[Input data Boundary: Start]

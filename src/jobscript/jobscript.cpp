#include "jobscript/jobscript.hpp"

#include <algorithm>
#include <regex>

#include "core/errors.hpp"

namespace spinflip::jobscript {

std::string shell_quote(std::string_view value) {
  // Inside single quotes a POSIX shell expands nothing; only ' itself needs
  // closing, an escaped quote, and reopening (common practice).
  std::string out = "'";
  for (char c : value) {
    if (c == '\'')
      out += "'\\''";
    else
      out += c;
  }
  out += "'";
  return out;
}

long walltime_seconds(const std::string& walltime) {
  static const std::regex form(R"(^([0-9]{1,4}):([0-5][0-9]):([0-5][0-9])$)");
  std::smatch m;
  if (!std::regex_match(walltime, m, form))
    throw ConfigError("--walltime '" + walltime + "' is not HH:MM:SS (hours 0-9999, minutes and seconds 00-59)");
  const long seconds = std::stol(m[1]) * 3600 + std::stol(m[2]) * 60 + std::stol(m[3]);
  if (seconds < 60)
    throw ConfigError("--walltime '" + walltime + "' is shorter than one minute, the smallest wall time schedulers grant");
  return seconds;
}

namespace {

// Scheduler directive lines (#SBATCH, #PBS) are parsed by the scheduler, not by
// a shell, and have no quoting rule we can rely on: only plain names pass.
void require_plain_name(const std::string& option, const std::string& value) {
  static const std::regex plain(R"(^[A-Za-z0-9][A-Za-z0-9._+-]{0,63}$)");
  if (!std::regex_match(value, plain))
    throw ConfigError(option + " '" + value +
                      "' is not allowed: use 1-64 letters, digits, '.', '_', '+' or '-' (it goes into a scheduler directive)");
}

void require_one_line(const std::string& option, const std::string& value) {
  if (value.find('\0') != std::string::npos)
    throw ConfigError(option + " contains a NUL byte, which no shell can hold");
  (void)option;
}

}  // namespace

void validate(const Request& r) {
  if (r.nodes < 1) throw ConfigError("--nodes " + std::to_string(r.nodes) + " is not allowed: use 1 or more");
  if (r.ranks_per_node < 1)
    throw ConfigError("--ranks-per-node " + std::to_string(r.ranks_per_node) + " is not allowed: use 1 or more");
  if (r.chain < 1) throw ConfigError("--chain " + std::to_string(r.chain) + " is not allowed: use 1 or more jobs");
  const long ranks = long(r.nodes) * r.ranks_per_node;
  if (r.group_size) {
    if (*r.group_size < 1)
      throw ConfigError("--group-size " + std::to_string(*r.group_size) + " is not allowed: use 1 or more");
    if (ranks % *r.group_size != 0)
      throw ConfigError("--group-size " + std::to_string(*r.group_size) + " does not divide the " +
                        std::to_string(ranks) + " ranks (--nodes x --ranks-per-node)");
  }
  const long wall = walltime_seconds(r.walltime);
  if (r.signal_lead_seconds && (*r.signal_lead_seconds < 1 || *r.signal_lead_seconds >= wall))
    throw ConfigError("--signal-lead-seconds " + std::to_string(*r.signal_lead_seconds) +
                      " is not allowed: use 1 to " + std::to_string(wall - 1) + " (less than --walltime " +
                      r.walltime + ")");
  if (r.launcher != "srun" && r.launcher != "mpirun")
    throw ConfigError("--launcher '" + r.launcher + "' is not allowed: use srun or mpirun");
  if (r.launcher == "srun" && r.scheduler == Scheduler::pbs)
    throw ConfigError("--launcher srun needs --scheduler slurm; PBS jobs use mpirun");
  require_plain_name("--name", r.job_name);
  require_plain_name("--srun-mpi", r.srun_mpi);
  if (r.account) require_plain_name("--account", *r.account);
  if (r.partition) require_plain_name(r.scheduler == Scheduler::slurm ? "--partition" : "--partition (queue)", *r.partition);
  require_one_line("--env-setup", r.env_setup);
  require_one_line("--after", r.after);
  for (const auto* p : {&r.campaign, &r.catalogue, &r.spinflip, &r.work_dir, &r.script_path, &r.log_dir})
    if (p->empty() || p->front() != '/') throw InternalError("jobscript request path '" + *p + "' is not absolute");
}

int default_signal_lead(long walltime_seconds) {
  return static_cast<int>(std::clamp(walltime_seconds / 4, 1L, 120L));
}

std::map<std::string, std::string> placeholders(const Request& r) {
  const bool slurm = r.scheduler == Scheduler::slurm;
  std::map<std::string, std::string> v;
  // Directive values: validated plain names and numbers only.
  v["JOB_NAME"] = r.job_name;
  v["NODES"] = std::to_string(r.nodes);
  v["RANKS_PER_NODE"] = std::to_string(r.ranks_per_node);
  v["RANKS"] = std::to_string(long(r.nodes) * r.ranks_per_node);
  v["WALLTIME"] = r.walltime;
  v["WALLTIME_SECONDS"] = std::to_string(walltime_seconds(r.walltime));
  v["SIGNAL_LEAD_SECONDS"] =
      std::to_string(r.signal_lead_seconds.value_or(default_signal_lead(walltime_seconds(r.walltime))));
  v["CHAIN"] = std::to_string(r.chain);
  const std::string prefix = slurm ? "#SBATCH " : "#PBS ";
  v["ACCOUNT_DIRECTIVE"] = r.account ? prefix + (slurm ? "--account=" : "-A ") + *r.account : "# (no account)";
  v["PARTITION_DIRECTIVE"] =
      r.partition ? prefix + (slurm ? "--partition=" : "-q ") + *r.partition : "# (no partition)";
  // Shell values: every one a single quoted word.
  v["CAMPAIGN"] = shell_quote(r.campaign);
  v["CATALOGUE"] = shell_quote(r.catalogue);
  v["SPINFLIP"] = shell_quote(r.spinflip);
  v["WORK_DIR"] = shell_quote(r.work_dir);
  v["SCRIPT"] = shell_quote(r.script_path);
  v["LOG_DIR"] = shell_quote(r.log_dir);
  v["GROUP_SIZE"] = shell_quote(r.group_size ? std::to_string(*r.group_size) : "");
  v["ENV_SETUP"] = shell_quote(r.env_setup);
  v["AFTER"] = shell_quote(r.after);
  v["LAUNCHER"] = shell_quote(r.launcher);
  v["SRUN_MPI"] = shell_quote(r.srun_mpi);
  v["ACCOUNT"] = shell_quote(r.account.value_or(""));
  v["PARTITION"] = shell_quote(r.partition.value_or(""));
  return v;
}

std::string fill(std::string_view text, const std::map<std::string, std::string>& values,
                 const std::string& template_name) {
  std::string out;
  out.reserve(text.size() * 2);
  size_t pos = 0;
  while (true) {
    const size_t open = text.find("{{", pos);
    if (open == std::string_view::npos) break;
    const size_t close = text.find("}}", open + 2);
    if (close == std::string_view::npos)
      throw ConfigError(template_name + ": '{{' at offset " + std::to_string(open) + " is never closed by '}}'");
    const std::string name(text.substr(open + 2, close - open - 2));
    const auto it = values.find(name);
    if (it == values.end()) {
      std::string known;
      for (const auto& [k, _] : values) known += (known.empty() ? "" : ", ") + k;
      throw ConfigError(template_name + ": unknown placeholder {{" + name + "}}; known: " + known);
    }
    out.append(text.substr(pos, open - pos));
    out += it->second;
    pos = close + 2;
  }
  out.append(text.substr(pos));
  return out;
}

std::string render(const Request& request, std::optional<std::string> template_text,
                   const std::string& template_name) {
  validate(request);
  const auto values = placeholders(request);
  if (template_text) return fill(*template_text, values, template_name);
  return fill(builtin_template(request.scheduler), values, template_name);
}

}  // namespace spinflip::jobscript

[Input data Boundary: End]

Task objective ->
Return the full material exactly.

Task response ->
filename src/jobscript/jobscript.cpp
#include "jobscript/jobscript.hpp"

#include <algorithm>
#include <regex>

#include "core/errors.hpp"

namespace spinflip::jobscript {

std::string shell_quote(std::string_view value) {
  // Inside single quotes a POSIX shell expands nothing; only ' itself needs
  // closing, an escaped quote, and reopening (common practice).
  std::string out = "'";
  for (char c : value) {
    if (c == '\'')
      out += "'\\''";
    else
      out += c;
  }
  out += "'";
  return out;
}

long walltime_seconds(const std::string& walltime) {
  static const std::regex form(R"(^([0-9]{1,4}):([0-5][0-9]):([0-5][0-9])$)");
  std::smatch m;
  if (!std::regex_match(walltime, m, form))
    throw ConfigError("--walltime '" + walltime + "' is not HH:MM:SS (hours 0-9999, minutes and seconds 00-59)");
  const long seconds = std::stol(m[1]) * 3600 + std::stol(m[2]) * 60 + std::stol(m[3]);
  if (seconds < 60)
    throw ConfigError("--walltime '" + walltime + "' is shorter than one minute, the smallest wall time schedulers grant");
  return seconds;
}

namespace {

// Scheduler directive lines (#SBATCH, #PBS) are parsed by the scheduler, not by
// a shell, and have no quoting rule we can rely on: only plain names pass.
void require_plain_name(const std::string& option, const std::string& value) {
  static const std::regex plain(R"(^[A-Za-z0-9][A-Za-z0-9._+-]{0,63}$)");
  if (!std::regex_match(value, plain))
    throw ConfigError(option + " '" + value +
                      "' is not allowed: use 1-64 letters, digits, '.', '_', '+' or '-' (it goes into a scheduler directive)");
}

void require_one_line(const std::string& option, const std::string& value) {
  if (value.find('\0') != std::string::npos)
    throw ConfigError(option + " contains a NUL byte, which no shell can hold");
  (void)option;
}

}  // namespace

void validate(const Request& r) {
  if (r.nodes < 1) throw ConfigError("--nodes " + std::to_string(r.nodes) + " is not allowed: use 1 or more");
  if (r.ranks_per_node < 1)
    throw ConfigError("--ranks-per-node " + std::to_string(r.ranks_per_node) + " is not allowed: use 1 or more");
  if (r.chain < 1) throw ConfigError("--chain " + std::to_string(r.chain) + " is not allowed: use 1 or more jobs");
  const long ranks = long(r.nodes) * r.ranks_per_node;
  if (r.group_size) {
    if (*r.group_size < 1)
      throw ConfigError("--group-size " + std::to_string(*r.group_size) + " is not allowed: use 1 or more");
    if (ranks % *r.group_size != 0)
      throw ConfigError("--group-size " + std::to_string(*r.group_size) + " does not divide the " +
                        std::to_string(ranks) + " ranks (--nodes x --ranks-per-node)");
  }
  const long wall = walltime_seconds(r.walltime);
  if (r.signal_lead_seconds && (*r.signal_lead_seconds < 1 || *r.signal_lead_seconds >= wall))
    throw ConfigError("--signal-lead-seconds " + std::to_string(*r.signal_lead_seconds) +
                      " is not allowed: use 1 to " + std::to_string(wall - 1) + " (less than --walltime " +
                      r.walltime + ")");
  if (r.launcher != "srun" && r.launcher != "mpirun")
    throw ConfigError("--launcher '" + r.launcher + "' is not allowed: use srun or mpirun");
  if (r.launcher == "srun" && r.scheduler == Scheduler::pbs)
    throw ConfigError("--launcher srun needs --scheduler slurm; PBS jobs use mpirun");
  require_plain_name("--name", r.job_name);
  require_plain_name("--srun-mpi", r.srun_mpi);
  if (r.account) require_plain_name("--account", *r.account);
  if (r.partition) require_plain_name(r.scheduler == Scheduler::slurm ? "--partition" : "--partition (queue)", *r.partition);
  require_one_line("--env-setup", r.env_setup);
  require_one_line("--after", r.after);
  for (const auto* p : {&r.campaign, &r.catalogue, &r.spinflip, &r.work_dir, &r.script_path, &r.log_dir})
    if (p->empty() || p->front() != '/') throw InternalError("jobscript request path '" + *p + "' is not absolute");
}

int default_signal_lead(long walltime_seconds) {
  return static_cast<int>(std::clamp(walltime_seconds / 4, 1L, 120L));
}

std::map<std::string, std::string> placeholders(const Request& r) {
  const bool slurm = r.scheduler == Scheduler::slurm;
  std::map<std::string, std::string> v;
  // Directive values: validated plain names and numbers only.
  v["JOB_NAME"] = r.job_name;
  v["NODES"] = std::to_string(r.nodes);
  v["RANKS_PER_NODE"] = std::to_string(r.ranks_per_node);
  v["RANKS"] = std::to_string(long(r.nodes) * r.ranks_per_node);
  v["WALLTIME"] = r.walltime;
  v["WALLTIME_SECONDS"] = std::to_string(walltime_seconds(r.walltime));
  v["SIGNAL_LEAD_SECONDS"] =
      std::to_string(r.signal_lead_seconds.value_or(default_signal_lead(walltime_seconds(r.walltime))));
  v["CHAIN"] = std::to_string(r.chain);
  const std::string prefix = slurm ? "#SBATCH " : "#PBS ";
  v["ACCOUNT_DIRECTIVE"] = r.account ? prefix + (slurm ? "--account=" : "-A ") + *r.account : "# (no account)";
  v["PARTITION_DIRECTIVE"] =
      r.partition ? prefix + (slurm ? "--partition=" : "-q ") + *r.partition : "# (no partition)";
  // Shell values: every one a single quoted word.
  v["CAMPAIGN"] = shell_quote(r.campaign);
  v["CATALOGUE"] = shell_quote(r.catalogue);
  v["SPINFLIP"] = shell_quote(r.spinflip);
  v["WORK_DIR"] = shell_quote(r.work_dir);
  v["SCRIPT"] = shell_quote(r.script_path);
  v["LOG_DIR"] = shell_quote(r.log_dir);
  v["GROUP_SIZE"] = shell_quote(r.group_size ? std::to_string(*r.group_size) : "");
  v["ENV_SETUP"] = shell_quote(r.env_setup);
  v["AFTER"] = shell_quote(r.after);
  v["LAUNCHER"] = shell_quote(r.launcher);
  v["SRUN_MPI"] = shell_quote(r.srun_mpi);
  v["ACCOUNT"] = shell_quote(r.account.value_or(""));
  v["PARTITION"] = shell_quote(r.partition.value_or(""));
  return v;
}

std::string fill(std::string_view text, const std::map<std::string, std::string>& values,
                 const std::string& template_name) {
  std::string out;
  out.reserve(text.size() * 2);
  size_t pos = 0;
  while (true) {
    const size_t open = text.find("{{", pos);
    if (open == std::string_view::npos) break;
    const size_t close = text.find("}}", open + 2);
    if (close == std::string_view::npos)
      throw ConfigError(template_name + ": '{{' at offset " + std::to_string(open) + " is never closed by '}}'");
    const std::string name(text.substr(open + 2, close - open - 2));
    const auto it = values.find(name);
    if (it == values.end()) {
      std::string known;
      for (const auto& [k, _] : values) known += (known.empty() ? "" : ", ") + k;
      throw ConfigError(template_name + ": unknown placeholder {{" + name + "}}; known: " + known);
    }
    out.append(text.substr(pos, open - pos));
    out += it->second;
    pos = close + 2;
  }
  out.append(text.substr(pos));
  return out;
}

std::string render(const Request& request, std::optional<std::string> template_text,
                   const std::string& template_name) {
  validate(request);
  const auto values = placeholders(request);
  if (template_text) return fill(*template_text, values, template_name);
  return fill(builtin_template(request.scheduler), values, template_name);
}

}  // namespace spinflip::jobscript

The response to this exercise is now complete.